Stored items →
###

//! Whatever a file holds, reading it ends with a book or with words, never with a panic.

use proptest::prelude::*;
use schedule_io::read::read_book;

use crate::support::{C, S, file, folder, workbook};

/// Cell texts near what books hold, so that more than the first fault is reached.
fn cell() -> impl Strategy<Value = String> {
    prop_oneof![
        Just(String::new()),
        "[A-C1-3]",
        "S[0-9]{1,2}",
        "-?[0-9]{1,4}(\\.[0-9]{1,3})?",
        "[0-9.,;eE+ -]{1,12}",
        "(two|one)[- ]way( [xy])?|continuous|free|cantilever|beam|X|Y",
        "Panel|Gridline|Axis|Position \\((m|mm|ft)\\)|X from|Item|Value|Unit|Thickness",
        "\\PC{0,12}",
        any::<String>().prop_map(|text| text.chars().take(60).collect()),
    ]
}

fn table() -> impl Strategy<Value = Vec<Vec<String>>> {
    prop::collection::vec(prop::collection::vec(cell(), 0..8), 0..8)
}

fn csv_of(head: &str, rows: &[Vec<String>]) -> Vec<u8> {
    let mut writer = csv::WriterBuilder::new().flexible(true).from_writer(head.as_bytes().to_vec());
    for row in rows.iter().filter(|row| !row.is_empty()) {
        writer.write_record(row).unwrap();
    }
    writer.into_inner().unwrap()
}

proptest! {
    #![proptest_config(ProptestConfig { cases: 128, failure_persistence: None, ..ProptestConfig::default() })]

    #[test]
    fn any_bytes_as_csv_are_no_panic(bytes in prop::collection::vec(any::<u8>(), 0..400)) {
        let (_dir, path) = folder(&[("panels.csv", &bytes), ("criteria.csv", &bytes)]);
        prop_assert!(read_book(&path).is_ok());
    }

    #[test]
    fn any_cells_are_no_panic(criteria in table(), gridlines in table(), panels in table(), bars in table()) {
        let (_dir, path) = folder(&[
            ("criteria.csv", &csv_of("Item,Value,Unit,Remark\n", &criteria)),
            ("gridlines.csv", &csv_of("Gridline,Axis,Position (m)\nA,X,0\nB,X,5\n1,Y,0\n2,Y,6\n", &gridlines)),
            ("panels.csv", &csv_of("Panel,X from,X to,Y from,Y to,Thickness,Imposed\n", &panels)),
            ("chosen_bars.csv", &csv_of("Panel,Position,Size,Spacing\n", &bars)),
        ]);
        let reading = read_book(&path).unwrap();
        let wrong = reading.queries.iter().any(|placed| placed.to_string().starts_with("error: "));
        prop_assert_eq!(wrong, reading.book.is_none());
        for placed in &reading.queries {
            prop_assert!(!placed.to_string().contains('\n'), "{placed}");
        }
    }

    #[test]
    fn any_bytes_after_the_mark_of_an_archive_are_no_panic(bytes in prop::collection::vec(any::<u8>(), 0..400)) {
        let (_dir, path) = file("a.xlsx", &[b"PK\x03\x04".to_vec(), bytes].concat());
        prop_assert!(read_book(&path).is_err());
    }

    #[test]
    fn a_workbook_with_a_changed_byte_is_no_panic(at in any::<prop::sample::Index>(), byte in any::<u8>()) {
        let mut bytes = workbook(&[
            S::new("Gridlines", &[&[C::T("Gridline"), C::T("Axis"), C::T("Position")], &[C::T("A"), C::T("X"), C::N(1.5)]]),
            S::new("Criteria", &[&[C::T("Item"), C::T("Value")], &[C::T("Date"), C::D(46054.0)]]),
        ]);
        let at = at.index(bytes.len());
        bytes[at] = byte;
        let (_dir, path) = file("a.xlsx", &bytes);
        // Without a panel there is never a book.
        prop_assert!(read_book(&path).map_or(true, |reading| reading.book.is_none()));
    }
}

###

TASK BRIEF →
Reproduce each entry word for word.

OUTPUT →
//! Whatever a file holds, reading it ends with a book or with words, never with a panic.

use proptest::prelude::*;
use schedule_io::read::read_book;

use crate::support::{C, S, file, folder, workbook};

/// Cell texts near what books hold, so that more than the first fault is reached.
fn cell() -> impl Strategy<Value = String> {
    prop_oneof![
        Just(String::new()),
        "[A-C1-3]",
        "S[0-9]{1,2}",
        "-?[0-9]{1,4}(\\.[0-9]{1,3})?",
        "[0-9.,;eE+ -]{1,12}",
        "(two|one)[- ]way( [xy])?|continuous|free|cantilever|beam|X|Y",
        "Panel|Gridline|Axis|Position \\((m|mm|ft)\\)|X from|Item|Value|Unit|Thickness",
        "\\PC{0,12}",
        any::<String>().prop_map(|text| text.chars().take(60).collect()),
    ]
}

fn table() -> impl Strategy<Value = Vec<Vec<String>>> {
    prop::collection::vec(prop::collection::vec(cell(), 0..8), 0..8)
}

fn csv_of(head: &str, rows: &[Vec<String>]) -> Vec<u8> {
    let mut writer = csv::WriterBuilder::new().flexible(true).from_writer(head.as_bytes().to_vec());
    for row in rows.iter().filter(|row| !row.is_empty()) {
        writer.write_record(row).unwrap();
    }
    writer.into_inner().unwrap()
}

proptest! {
    #![proptest_config(ProptestConfig { cases: 128, failure_persistence: None, ..ProptestConfig::default() })]

    #[test]
    fn any_bytes_as_csv_are_no_panic(bytes in prop::collection::vec(any::<u8>(), 0..400)) {
        let (_dir, path) = folder(&[("panels.csv", &bytes), ("criteria.csv", &bytes)]);
        prop_assert!(read_book(&path).is_ok());
    }

    #[test]
    fn any_cells_are_no_panic(criteria in table(), gridlines in table(), panels in table(), bars in table()) {
        let (_dir, path) = folder(&[
            ("criteria.csv", &csv_of("Item,Value,Unit,Remark\n", &criteria)),
            ("gridlines.csv", &csv_of("Gridline,Axis,Position (m)\nA,X,0\nB,X,5\n1,Y,0\n2,Y,6\n", &gridlines)),
            ("panels.csv", &csv_of("Panel,X from,X to,Y from,Y to,Thickness,Imposed\n", &panels)),
            ("chosen_bars.csv", &csv_of("Panel,Position,Size,Spacing\n", &bars)),
        ]);
        let reading = read_book(&path).unwrap();
        let wrong = reading.queries.iter().any(|placed| placed.to_string().starts_with("error: "));
        prop_assert_eq!(wrong, reading.book.is_none());
        for placed in &reading.queries {
            prop_assert!(!placed.to_string().contains('\n'), "{placed}");
        }
    }

    #[test]
    fn any_bytes_after_the_mark_of_an_archive_are_no_panic(bytes in prop::collection::vec(any::<u8>(), 0..400)) {
        let (_dir, path) = file("a.xlsx", &[b"PK\x03\x04".to_vec(), bytes].concat());
        prop_assert!(read_book(&path).is_err());
    }

    #[test]
    fn a_workbook_with_a_changed_byte_is_no_panic(at in any::<prop::sample::Index>(), byte in any::<u8>()) {
        let mut bytes = workbook(&[
            S::new("Gridlines", &[&[C::T("Gridline"), C::T("Axis"), C::T("Position")], &[C::T("A"), C::T("X"), C::N(1.5)]]),
            S::new("Criteria", &[&[C::T("Item"), C::T("Value")], &[C::T("Date"), C::D(46054.0)]]),
        ]);
        let at = at.index(bytes.len());
        bytes[at] = byte;
        let (_dir, path) = file("a.xlsx", &bytes);
        // Without a panel there is never a book.
        prop_assert!(read_book(&path).map_or(true, |reading| reading.book.is_none()));
    }
}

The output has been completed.